Let me give a summary of my understanding of the motivation for the approach. Be warned that I am fairly new to the concept of Borel determinacy, and not at all an expert in set theory. All mistakes are mine. Also I am not sure reading this is all that much better than reading Gowers' posts.

I think what Gowers has in mind is not a finitary analogue of the Borel determinacy theorem, but a finitary analogue of the following: Borel determinacy follows from ZFC, while determinacy of analytic games requires the existence of (essentially) measurable cardinals. I will very briefly describe what games we're talking about and what Borel determinacy is, and then I will tie this in with the approach to proving lower bounds. The very high-level idea is to consider the property "allows a finitary analogue of a proof of Borel determinacy to work" as a property that can separate P\poly from NP.

We think of games where two players I and II take turns "playing" an integer. The game goes on forever, so they produce a sequence $x= x_1, x_2, \ldots$. The game is defined by a winning set $A \subseteq \mathbb{N}^\mathbb{N}$ (i.e. a set of sequences). If $x \in A$ then player I wins, otherwise player II wins.
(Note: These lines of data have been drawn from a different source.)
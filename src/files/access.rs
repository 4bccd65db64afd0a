//! The files one command reads and writes, checked together before it does any work: every path
//! it writes must differ from every path it reads and from every other path it writes (the same
//! file counts as the same path through links, `..` and hard links), and must be a regular file
//! or not exist yet.

use std::path::{Component, Path, PathBuf};

use anyhow::{Context, Result, bail};

use super::open::kind_of;
use crate::text::escape_path;

/// A path and what it is to the command ("the input model", "the report", ...).
#[derive(Debug, Clone)]
struct Entry {
    what: String,
    path: PathBuf,
}

/// The reads and writes of one command; [`FileAccess::check`] refuses any clash.
#[derive(Debug, Clone, Default)]
pub struct FileAccess {
    reads: Vec<Entry>,
    writes: Vec<Entry>,
    /// Reads a write may replace (asked for explicitly, as `swap --overwrite` does).
    replaceable: Vec<PathBuf>,
}

/// How a path is compared: the file it names when it exists, else where it would be created.
#[derive(Debug, Clone, PartialEq, Eq)]
enum Identity {
    Existing { dev: u64, ino: u64 },
    Absent(PathBuf),
}

impl FileAccess {
    /// Records a file the command reads; `what` names it in messages.
    pub fn read(&mut self, what: impl Into<String>, path: impl Into<PathBuf>) -> &mut Self {
        self.reads.push(Entry {
            what: what.into(),
            path: path.into(),
        });
        self
    }

    /// Records a file the command writes; `what` names it in messages.
    pub fn write(&mut self, what: impl Into<String>, path: impl Into<PathBuf>) -> &mut Self {
        self.writes.push(Entry {
            what: what.into(),
            path: path.into(),
        });
        self
    }

    /// Lets a write replace the file `path` although it is read (the write renames a new file
    /// into place, so the reader's open copy stays intact).
    pub fn allow_replacing(&mut self, path: impl Into<PathBuf>) -> &mut Self {
        self.replaceable.push(path.into());
        self
    }

    /// Refuses a write that is not a regular file, that is a file read, or that another write
    /// also names.
    pub fn check(&self) -> Result<()> {
        let replaceable = self
            .replaceable
            .iter()
            .map(|p| identity(p))
            .collect::<Result<Vec<_>>>()?;
        let mut reads = Vec::with_capacity(self.reads.len());
        for r in &self.reads {
            let id = identity(&r.path)?;
            if !replaceable.contains(&id) {
                reads.push((id, r));
            }
        }
        let mut writes: Vec<(Identity, &Entry)> = Vec::with_capacity(self.writes.len());
        for w in &self.writes {
            let id = identity(&w.path)?;
            if let Ok(meta) = std::fs::metadata(&w.path)
                && !meta.is_file()
            {
                bail!(
                    "refusing to write {} to '{}': it is {}, not a regular file",
                    w.what,
                    escape_path(&w.path),
                    kind_of(&meta)
                );
            }
            if let Some((_, r)) = reads.iter().find(|(rid, _)| *rid == id) {
                bail!(
                    "refusing to overwrite {} '{}' with {}",
                    r.what,
                    escape_path(&r.path),
                    w.what
                );
            }
            if let Some((_, other)) = writes.iter().find(|(oid, _)| *oid == id) {
                bail!(
                    "{} and {} would both be written to '{}'",
                    other.what,
                    w.what,
                    escape_path(&w.path)
                );
            }
            writes.push((id, w));
        }
        Ok(())
    }
}

/// The file `p` names (device and inode, through links) or, when nothing is there yet, the
/// absolute path it would be created at, with links in its existing folders resolved.
fn identity(p: &Path) -> Result<Identity> {
    match std::fs::metadata(p) {
        Ok(meta) => Ok(file_id(&meta)),
        Err(e) if e.kind() == std::io::ErrorKind::NotFound => Ok(Identity::Absent(resolved(p)?)),
        Err(e) => Err(e).with_context(|| format!("cannot inspect '{}'", escape_path(p))),
    }
}

fn file_id(meta: &std::fs::Metadata) -> Identity {
    use std::os::unix::fs::MetadataExt;
    Identity::Existing {
        dev: meta.dev(),
        ino: meta.ino(),
    }
}

/// `p` made absolute: its longest existing ancestor canonicalized, the rest appended with `.`
/// dropped and `..` applied.
fn resolved(p: &Path) -> Result<PathBuf> {
    let abs = std::path::absolute(p).with_context(|| format!("bad path '{}'", escape_path(p)))?;
    let parts: Vec<Component> = abs.components().collect();
    let (mut out, cut) = (0..=parts.len())
        .rev()
        .find_map(|cut| {
            let prefix: PathBuf = parts[..cut].iter().collect();
            prefix.canonicalize().ok().map(|c| (c, cut))
        })
        .unwrap_or_default();
    for part in &parts[cut..] {
        match part {
            Component::ParentDir => {
                out.pop();
            }
            Component::CurDir => {}
            other => out.push(other),
        }
    }
    Ok(out)
}

#[cfg(test)]
mod tests {
    use super::*;

    fn clash(access: &FileAccess) -> String {
        format!("{:#}", access.check().unwrap_err())
    }

    #[test]
    fn distinct_files_pass() {
        let dir = tempfile::tempdir().unwrap();
        let model = dir.path().join("m.onnx");
        std::fs::write(&model, b"m").unwrap();
        let mut a = FileAccess::default();
        a.read("the input model", &model)
            .write("the converted model", dir.path().join("out/m.onnx"))
            .write("the report", dir.path().join("report.html"));
        a.check().unwrap();
    }

    #[test]
    fn a_write_over_a_read_is_refused_through_links_and_dots() {
        let dir = tempfile::tempdir().unwrap();
        let model = dir.path().join("m.onnx");
        std::fs::write(&model, b"m").unwrap();
        std::fs::create_dir(dir.path().join("sub")).unwrap();
        std::os::unix::fs::symlink(&model, dir.path().join("link.onnx")).unwrap();
        std::fs::hard_link(&model, dir.path().join("hard.onnx")).unwrap();
        for write in ["m.onnx", "sub/../m.onnx", "./link.onnx", "hard.onnx"] {
            let mut a = FileAccess::default();
            a.read("the input model", &model)
                .write("the report", dir.path().join(write));
            let e = clash(&a);
            assert!(
                e.contains("refusing to overwrite the input model")
                    && e.contains("with the report"),
                "{write}: {e}"
            );
        }
    }

    #[test]
    fn two_writes_to_one_new_file_are_refused() {
        let dir = tempfile::tempdir().unwrap();
        let mut a = FileAccess::default();
        a.write("the converted model", dir.path().join("new/x.onnx"))
            .write("the report", dir.path().join("new/./y/../x.onnx"));
        let e = clash(&a);
        assert!(
            e.contains("the converted model and the report would both be written"),
            "{e}"
        );
    }

    #[test]
    fn a_write_to_a_fifo_a_device_or_a_folder_is_refused() {
        let dir = tempfile::tempdir().unwrap();
        let fifo = dir.path().join("pipe");
        let c = std::ffi::CString::new(fifo.to_str().unwrap()).unwrap();
        assert_eq!(unsafe { libc::mkfifo(c.as_ptr(), 0o600) }, 0);
        for (path, kind) in [
            (fifo.as_path(), "a FIFO"),
            (Path::new("/dev/null"), "a device"),
            (dir.path(), "a folder"),
        ] {
            let mut a = FileAccess::default();
            a.write("the converted model", path);
            let e = clash(&a);
            assert!(e.contains(kind), "{e}");
        }
    }
}
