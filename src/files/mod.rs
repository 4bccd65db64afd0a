//! Files as a command touches them: opening only regular files (a FIFO or a device never blocks
//! a read), checking that no path a command writes is one it reads or writes twice, and removing
//! the temporaries of unfinished writes when the process is interrupted.

pub mod access;
pub mod open;
pub mod temps;

pub use access::FileAccess;
pub use open::open_regular;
A game is determined if either player I or player II has a winning strategy: a way to decide a next move based on the play so far that guarantees a win. Whether all games are determined turns out to have intimate connections to the foundations of set theory (they are not, if you believe in the axiom of choice). In any case, one simple example when games are in fact determined is when $A$ is open in the product topology on $\mathbb{N}^\mathbb{N}$, which is a fancy way of saying that membership $x \in A$ can be decided based only on a finite number of elements of $x$. For example the game in which player I wins if she is the first to play an even number is open. Another simple example of determined games is closed games, i.e. games where $x \not \in A$ can be decided based on a finite subsequence of $x$. Closed games are open games with the roles of players inverted.

Now we can come to Borel determinacy, and right after I will try to tie this in with circuits and complexity. A Borel set is a set that can be derived from open and closed sets by repeatedly applying a countable number of unions and intersections. You should think of open and closed sets as your basic sets, and Borel sets as derived from basic sets using several levels of a "small" (= countable) number of simple operations in each level. It turns out that you can prove in ZFC that Borel sets are determined, and there is a precise sense in which this is the best you can do.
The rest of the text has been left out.